Further contrary to the offi
cial wisdom, the recipient states did not want such ‘help’, not this way. The natural option for them was to admit insolvency and let failed private lenders, wherever they were based, eat their losses.
That was not to be. Ireland was forced to take the money. The same happened to Portugal…
Alas, Timo was not to remain long with us. I visited Finland as his guest in order to address an impassioned audience. In the 2011 Finnish parliamentary election, the True Finns won a staggering 19.1 per cent of the votes – just 1.5 per cent short of absolute victory. Timo himself scored the highest vote of all candidates in the entire election.
The Finns love Timo. More to the point, the Finns do not wish to sacrifice their own autonomy and prosperity on the EU pyre.
The Danish People’s Party, with 13.8 per cent at national elections, 15.3 per cent at the European elections and ever growing support from the young, have been essential to recent governing coalitions. They have radically changed the EU and immigration debate in Denmark and have seen border-controls reintroduced in defiance of the Schengen ‘Agreement’.

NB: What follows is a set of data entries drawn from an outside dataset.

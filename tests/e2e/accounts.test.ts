// Sign-up by an e-mailed link and invite-only membership, at 360 px: a new person asks for a
// link, finishes the account from it and lands on their own round; they invite an existing
// account as a keeper, who joins only by accepting and can leave again.
import { describe, expect, it } from 'vitest';
import { expectAccessible, phonePage, screenshot, signInAsDemo, useE2e } from './support';

const env = useE2e();
const onThisServer = (link: string) => link.replace(/^https?:\/\/[^/]+/, env.server.baseUrl);

describe('accounts and members', () => {
  it('signs up from the e-mailed link, invites a keeper who accepts and then leaves', async () => {
    const email = `newcomer-${Date.now()}@example.test`;
    const mailbox = env.server.ctx.mailbox;
    const newcomer = await phonePage(env.browser);
    const page = newcomer.page;
    await page.goto(`${env.server.baseUrl}/sign-up`);
    await page.getByLabel('E-mail').fill(email);
    await page.getByRole('button', { name: 'Send me a sign-up link' }).click();
    await expect
      .poll(() =>
        page
          .getByText(`Check your e-mail: we have sent a message to ${email} with the next step.`, {
            exact: false,
          })
          .count(),
      )
      .toBe(1);
    await expectAccessible(page, 'sign-up sent');
    await screenshot(page, 'accounts-01-sign-up-sent');

    const mail = await mailbox.waitFor(
      (m) => m.to.includes(email) && m.subject === 'Finish making your Rackside account',
    );
    await page.goto(
      onThisServer(/https?:\/\/\S+\/sign-up\/finish\?token=[\w-]+/.exec(mail.text)![0]),
    );
    await expect.poll(() => page.getByText(email).count()).toBe(1);
    await page.getByLabel('Your name').fill('Rowan');
    await page.getByLabel('Password', { exact: true }).fill('rowan keeps slings');
    await page.getByLabel('Collection name').fill('Rowan racks');
    await page.getByLabel('Time zone').fill('America/Toronto');
    await expectAccessible(page, 'sign-up finish');
    await screenshot(page, 'accounts-02-finish');
    await page.getByRole('button', { name: 'Create account' }).click();
    await page.waitForURL('**/today');
    await expect.poll(() => page.getByText('Rowan racks').first().isVisible()).toBe(true);

    // The owner invites an existing account: nothing changes for them until they accept.
    await page.getByRole('link', { name: 'Settings' }).click();
    await page.getByRole('link', { name: 'People: invite a partner or a keeper' }).click();
    await page.getByRole('heading', { name: 'Who keeps this collection' }).waitFor();
    await page.getByLabel('Their e-mail').fill('partner@northlight.test');
    await page.getByRole('button', { name: 'Send the invite' }).click();
    await expect
      .poll(() =>
        page
          .getByText(
            'We have e-mailed an invite to partner@northlight.test. They join when they accept it.',
          )
          .count(),
      )
      .toBe(1);
    await expect
      .poll(() => page.getByRole('list', { name: 'Invites waiting for an answer' }).innerText())
      .toContain('partner@northlight.test');
    await expectAccessible(page, 'members');
    await screenshot(page, 'accounts-03-members');

    const invite = await mailbox.waitFor(
      (m) =>
        m.to.includes('partner@northlight.test') &&
        m.subject.includes('invites you to keep Rowan racks'),
    );
    const partner = await phonePage(env.browser);
    await signInAsDemo(partner.page, env.server.baseUrl, 'partner@northlight.test');
    await partner.page.goto(
      onThisServer(/https?:\/\/\S+\/join\?token=[\w-]+/.exec(invite.text)![0]),
    );
    await partner.page.getByRole('heading', { name: 'Keep Rowan racks' }).waitFor();
    await expectAccessible(partner.page, 'join');
    await screenshot(partner.page, 'accounts-04-join');
    await partner.page.getByRole('button', { name: 'Accept the invite' }).click();
    await partner.page.waitForURL('**/today');
    await expect.poll(() => partner.page.getByText('Rowan racks').first().isVisible()).toBe(true);

    await partner.page.getByRole('link', { name: 'Settings' }).click();
    await partner.page.getByRole('button', { name: 'Leave this collection…' }).click();
    await partner.page.getByRole('button', { name: 'Leave the collection' }).click();
    await partner.page.waitForURL('**/today');
    await expect
      .poll(() => partner.page.getByText('Northlight Inverts').first().isVisible())
      .toBe(true);
    const me = (await (
      await partner.page.request.get(`${env.server.baseUrl}/api/auth/me`)
    ).json()) as { memberships: { collectionName: string }[] };
    expect(me.memberships.map((m) => m.collectionName)).not.toContain('Rowan racks');
    expect(newcomer.consoleErrors, newcomer.consoleErrors.join(' | ')).toEqual([]);
    expect(partner.consoleErrors, partner.consoleErrors.join(' | ')).toEqual([]);
    await newcomer.context.close();
    await partner.context.close();
  });
});
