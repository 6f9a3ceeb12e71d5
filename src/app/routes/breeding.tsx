import { useNavigate } from 'react-router-dom';
import { canBreed } from '#shared/domain/breeding';
import { localDateOf } from '#shared/domain/local-dates';
import { useShell } from '@/app/layout/use-shell';
import { Notice } from '@/components/ui/notice';
import { Loading } from '@/components/ui/spinner';
import { useLocations } from '@/features/animals/api/animal-records';
import { useAnimalList } from '@/features/animals/api/list-animals';
import { useEggSacs } from '@/features/breeding/api/breeding-api';
import { IncubationForm } from '@/features/breeding/components/incubation-form';
import { Insights } from '@/features/breeding/components/insights';
import { SacsManager } from '@/features/breeding/components/sacs-manager';
import { useRound } from '@/features/rounds/api/get-round';

/** Egg sacs, slings and the collection at a glance. */
export function BreedingRoute() {
  const { me, collection } = useShell();
  const navigate = useNavigate();
  const keeper = !!collection && collection.role !== 'helper';
  const collectionId = collection?.collectionId ?? '';
  const list = useAnimalList(collectionId, keeper);
  const sacs = useEggSacs(collectionId);
  const places = useLocations(collectionId, keeper);
  const { local } = useRound(me.user.id, collectionId, 'today');
  if (!collection || !keeper)
    return <Notice tone="info" title="Breeding records are kept by the collection’s keepers." />;
  if (list.isPending) return <Loading />;
  if (list.isError) return <Notice tone="error" title={list.error.message} />;
  const today = localDateOf(new Date(), collection.timeZone);
  // Only females of groups that have a sac, case or brood: never a male or an unsexed juvenile.
  const females = list.data.animals.filter((a) => a.status === 'active' && canBreed(a));
  return (
    <div className="flex flex-col gap-6">
      <h1 className="text-3xl font-extrabold">Breeding and insights</h1>
      <SacsManager
        collectionId={collection.collectionId}
        today={today}
        females={females}
        places={places.data?.locations ?? []}
        onSlings={(animalIds) => navigate('/labels', { state: { animalIds } })}
      />
      <IncubationForm collectionId={collection.collectionId} />
      <Insights
        animals={list.data.animals}
        round={local.data?.round.items ?? []}
        sacs={sacs.data?.sacs ?? []}
        today={today}
      />
    </div>
  );
}
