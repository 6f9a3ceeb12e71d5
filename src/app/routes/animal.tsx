import { useQueryClient } from '@tanstack/react-query';
import { useParams } from 'react-router-dom';
import { Notice } from '@/components/ui/notice';
import { Loading } from '@/components/ui/spinner';
import { animalKeys, useAnimalList } from '@/features/animals/api/list-animals';
import { AnimalCard } from '@/features/animals/components/animal-card';
import { LabelPanel } from '@/features/labels/components/label-panel';
import { roundKeys } from '@/features/rounds/api/keys';
import { AnimalHistory } from '@/features/rounds/components/animal-history';
import { CareForm } from '@/features/rounds/components/care-form';
import { SchedulePanel } from '@/features/rounds/components/schedule-panel';
import { useShell } from './shell';

export function AnimalRoute() {
  const { me, collection } = useShell();
  const { animalId = '' } = useParams();
  const list = useAnimalList(collection?.collectionId ?? '');
  const queryClient = useQueryClient();
  if (!collection) return <Notice tone="info" title="You are not in any collection yet." />;
  if (list.isPending) return <Loading />;
  if (list.isError) return <Notice tone="error" title={list.error.message} />;
  const animal = list.data.animals.find((a) => a.id === animalId);
  if (!animal) return <Notice tone="error" title="We could not find that animal." />;
  return (
    <div className="flex flex-col gap-4">
      <h1 className="sr-only">{animal.name}</h1>
      <AnimalCard animal={animal} />
      <SchedulePanel collectionId={collection.collectionId} animalId={animal.id} />
      <LabelPanel
        collectionId={collection.collectionId}
        animal={animal}
        onRelabelled={() => {
          void queryClient.invalidateQueries({ queryKey: animalKeys.all(collection.collectionId) });
          void queryClient.invalidateQueries({ queryKey: roundKeys.all(collection.collectionId) });
        }}
      />
      <CareForm key={animal.id} collectionId={collection.collectionId} animal={animal} />
      <AnimalHistory recorder={{ userId: me.user.id, byName: me.user.displayName, collectionId: collection.collectionId }} animal={animal} timeZone={collection.timeZone} />
    </div>
  );
}
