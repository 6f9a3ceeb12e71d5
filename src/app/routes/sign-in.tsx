import { Link, useLocation, useNavigate } from 'react-router-dom';
import { PublicPage } from '@/components/ui/public-page';
import { SafetyNote } from '@/components/ui/safety-note';
import { useFirstRun } from '@/features/auth/api/first-owner';
import { FirstOwnerForm } from '@/features/auth/components/first-owner-form';
import { SignInForm } from '@/features/auth/components/sign-in-form';

export function SignInRoute() {
  const navigate = useNavigate();
  const from = (useLocation().state as { from?: string } | null)?.from ?? '/today';
  // An empty server (started without the demo): its first visitor makes the first account.
  // Offline or on an older server the question fails quietly and the sign-in form shows.
  const firstRun = useFirstRun();
  if (firstRun.data?.firstOwner)
    return (
      <PublicPage title="Welcome to Rackside">
        <FirstOwnerForm onCreated={() => navigate('/today', { replace: true })} />
        <SafetyNote />
      </PublicPage>
    );
  return (
    <PublicPage title="Sign in">
      <SignInForm onSignedIn={() => navigate(from, { replace: true })} />
      <p className="flex flex-wrap gap-x-6">
        <Link
          className="inline-flex min-h-target items-center font-bold underline underline-offset-4"
          to="/forgot-password"
        >
          Forgot your password?
        </Link>
        <Link
          className="inline-flex min-h-target items-center font-bold underline underline-offset-4"
          to="/sign-up"
        >
          Create an account
        </Link>
      </p>
      <SafetyNote />
    </PublicPage>
  );
}
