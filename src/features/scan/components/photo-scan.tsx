import { Html5Qrcode, Html5QrcodeSupportedFormats } from 'html5-qrcode';
import { useId, useState } from 'react';
import { readQrFile } from '../second-reader';

/** Reads a label from a photo: for a phone whose live camera will not start, or a dim corner. */
export function PhotoScan({ onScan }: { onScan: (text: string) => void }) {
  const id = useId();
  const hostId = `photo-${id.replace(/:/g, '')}`;
  const [error, setError] = useState<string | null>(null);
  const read = async (file: File | undefined) => {
    if (!file) return;
    setError(null);
    const qr = new Html5Qrcode(hostId, {
      formatsToSupport: [Html5QrcodeSupportedFormats.QR_CODE],
      verbose: false,
    });
    const text = await qr
      .scanFile(file, false)
      .catch(() => readQrFile(file))
      .finally(() => qr.clear());
    if (text) onScan(text);
    else
      setError(
        'No QR code could be read in that photo. Fill the frame with the label and keep it sharp.',
      );
  };
  return (
    <div className="flex flex-col gap-1">
      <label
        htmlFor={id}
        className="flex min-h-target cursor-pointer items-center justify-center rounded-xl border-2 border-border bg-surface px-4 text-lg font-bold has-[:focus-visible]:outline has-[:focus-visible]:outline-4"
      >
        Scan a photo of a label
        <input
          id={id}
          type="file"
          accept="image/*"
          capture="environment"
          className="sr-only"
          onChange={(e) => {
            void read(e.target.files?.[0]);
            e.target.value = '';
          }}
        />
      </label>
      <div id={hostId} hidden />
      {error && (
        <p role="alert" className="font-bold text-danger">
          {error}
        </p>
      )}
    </div>
  );
}
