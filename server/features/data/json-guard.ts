import { HttpError } from '../../middleware/errors';

export interface JsonLimits {
  /** The whole document, in bytes. */
  maxBytes: number;
  /** One string, in bytes between its quotes (a photo's base64 is the longest we write). */
  maxString: number;
  /** Objects and arrays inside each other. */
  maxDepth: number;
}

const QUOTE = 0x22;
const BACKSLASH = 0x5c;
/** A number, true, false or null is never longer than this in a file we wrote. */
const MAX_SCALAR = 64;

export const tooLarge = (maxBytes: number) =>
  new HttpError(
    413,
    'too_large',
    `This backup is larger than Rackside restores (${maxBytes >= 1024 * 1024 ? `${Math.round(maxBytes / 1024 / 1024)} MB` : `${Math.ceil(maxBytes / 1024)} KB`} at most).`,
  );

const notABackup = (why: string) =>
  new HttpError(422, 'invalid', `This file is not a Rackside backup: ${why}`);

/**
 * Watches a JSON byte stream chunk by chunk, before a streaming parser sees it, and refuses it
 * as soon as it breaks a limit: a streaming parser keeps the value it is reading whole, so one
 * giant string or number would otherwise cost memory without bound. Not a validator: a file
 * that passes may still be invalid JSON, which the parser reports.
 */
export function createJsonGuard(limits: JsonLimits) {
  let bytes = 0;
  let inString = false;
  let escaped = false;
  let stringBytes = 0;
  let depth = 0;
  let scalar = 0;

  return function check(chunk: Uint8Array) {
    bytes += chunk.length;
    if (bytes > limits.maxBytes) throw tooLarge(limits.maxBytes);
    for (let i = 0; i < chunk.length; i++) {
      if (inString) {
        if (escaped) {
          escaped = false;
          stringBytes++;
          continue;
        }
        // Long strings (photos) are skipped to their next quote or backslash in one step.
        const quote = chunk.indexOf(QUOTE, i);
        const slash = chunk.indexOf(BACKSLASH, i);
        const next = quote === -1 ? slash : slash === -1 ? quote : Math.min(quote, slash);
        const end = next === -1 ? chunk.length : next;
        stringBytes += end - i;
        if (stringBytes > limits.maxString)
          throw notABackup('one of its values is far longer than anything a backup holds.');
        if (next === -1) break;
        i = next;
        if (chunk[i] === QUOTE) inString = false;
        else escaped = true;
        continue;
      }
      const b = chunk[i]!;
      if (b === QUOTE) {
        inString = true;
        stringBytes = 0;
        scalar = 0;
      } else if (b === 0x7b || b === 0x5b) {
        scalar = 0;
        if (++depth > limits.maxDepth)
          throw notABackup('its values are nested far deeper than a backup’s.');
      } else if (b === 0x7d || b === 0x5d) {
        scalar = 0;
        depth--;
      } else if (b === 0x2c || b === 0x3a || b === 0x20 || b === 0x0a || b === 0x0d || b === 0x09) {
        scalar = 0;
      } else if (++scalar > MAX_SCALAR) {
        throw notABackup('one of its values is far longer than anything a backup holds.');
      }
    }
  };
}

Norway continues to reject EU membership and to prosper. Eurobarometer, the official EU gauge of support for their project, shows that the majority of Swedes and Britons have no confidence in the purported Union and recognise few benefits from membership.
Even the people of Germany – with France the biggest beneficiaries of European integration – are only tenuously committed to the project.
In September 2010, I was in Berlin at the invitation of the Four Professors, economists who were posing a legal challenge to the Greek bailout. They pointed out – quite correctly – that there was no provision for any such thing in the treaties and that it threatened the very stability to which all other members of the Eurozone had signed up.
It was all very John le Carré. The meeting was held at a disused factory in the old East Berlin. The walls were decorated with extensive multicoloured graffiti of the sort that will never find its way to Tate Modern. One hundred violent demonstrators were gathered outside. Security men with walkie-talkies bustled us across a bomb-site to a back door.